Compute how many lines in the data below hold the word "shutil", then report that number with nothing else.
-- Opening Marker --
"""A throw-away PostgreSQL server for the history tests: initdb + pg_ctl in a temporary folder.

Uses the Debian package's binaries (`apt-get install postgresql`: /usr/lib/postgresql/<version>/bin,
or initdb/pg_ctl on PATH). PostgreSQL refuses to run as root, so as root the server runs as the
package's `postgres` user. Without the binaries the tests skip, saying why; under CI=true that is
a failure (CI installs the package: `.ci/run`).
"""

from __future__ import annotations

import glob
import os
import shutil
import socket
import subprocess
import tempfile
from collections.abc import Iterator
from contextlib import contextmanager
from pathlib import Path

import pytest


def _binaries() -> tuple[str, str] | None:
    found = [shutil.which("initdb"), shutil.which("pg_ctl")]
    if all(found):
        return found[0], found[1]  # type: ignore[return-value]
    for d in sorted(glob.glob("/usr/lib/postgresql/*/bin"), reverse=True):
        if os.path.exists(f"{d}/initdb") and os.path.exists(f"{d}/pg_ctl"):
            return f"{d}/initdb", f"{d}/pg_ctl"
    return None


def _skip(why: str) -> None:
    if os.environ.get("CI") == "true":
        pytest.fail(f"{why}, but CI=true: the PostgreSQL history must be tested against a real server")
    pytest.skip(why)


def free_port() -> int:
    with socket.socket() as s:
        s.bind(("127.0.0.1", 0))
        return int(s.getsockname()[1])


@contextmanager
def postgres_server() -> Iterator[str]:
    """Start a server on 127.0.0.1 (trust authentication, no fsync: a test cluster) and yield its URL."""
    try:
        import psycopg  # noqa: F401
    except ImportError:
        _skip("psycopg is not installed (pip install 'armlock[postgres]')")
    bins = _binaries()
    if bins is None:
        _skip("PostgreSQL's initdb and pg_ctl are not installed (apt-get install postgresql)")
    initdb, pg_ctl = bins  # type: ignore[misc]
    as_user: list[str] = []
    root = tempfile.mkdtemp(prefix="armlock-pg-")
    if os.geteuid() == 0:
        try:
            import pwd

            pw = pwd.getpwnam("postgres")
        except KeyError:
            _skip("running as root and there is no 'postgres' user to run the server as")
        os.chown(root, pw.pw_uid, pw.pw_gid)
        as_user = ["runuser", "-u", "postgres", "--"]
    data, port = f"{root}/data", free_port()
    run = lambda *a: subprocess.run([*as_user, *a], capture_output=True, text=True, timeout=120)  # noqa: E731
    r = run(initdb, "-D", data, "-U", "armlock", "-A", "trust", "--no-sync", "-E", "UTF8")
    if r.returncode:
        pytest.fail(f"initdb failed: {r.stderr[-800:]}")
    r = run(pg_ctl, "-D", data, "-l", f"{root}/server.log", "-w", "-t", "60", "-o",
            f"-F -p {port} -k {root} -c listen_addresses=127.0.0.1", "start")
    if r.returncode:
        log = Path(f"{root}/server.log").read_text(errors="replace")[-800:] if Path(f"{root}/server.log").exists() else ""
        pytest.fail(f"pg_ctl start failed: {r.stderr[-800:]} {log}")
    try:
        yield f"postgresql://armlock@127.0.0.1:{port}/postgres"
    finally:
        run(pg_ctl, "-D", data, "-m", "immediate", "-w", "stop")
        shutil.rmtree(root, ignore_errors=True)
-- Closing Marker --
- _Expected answer_
3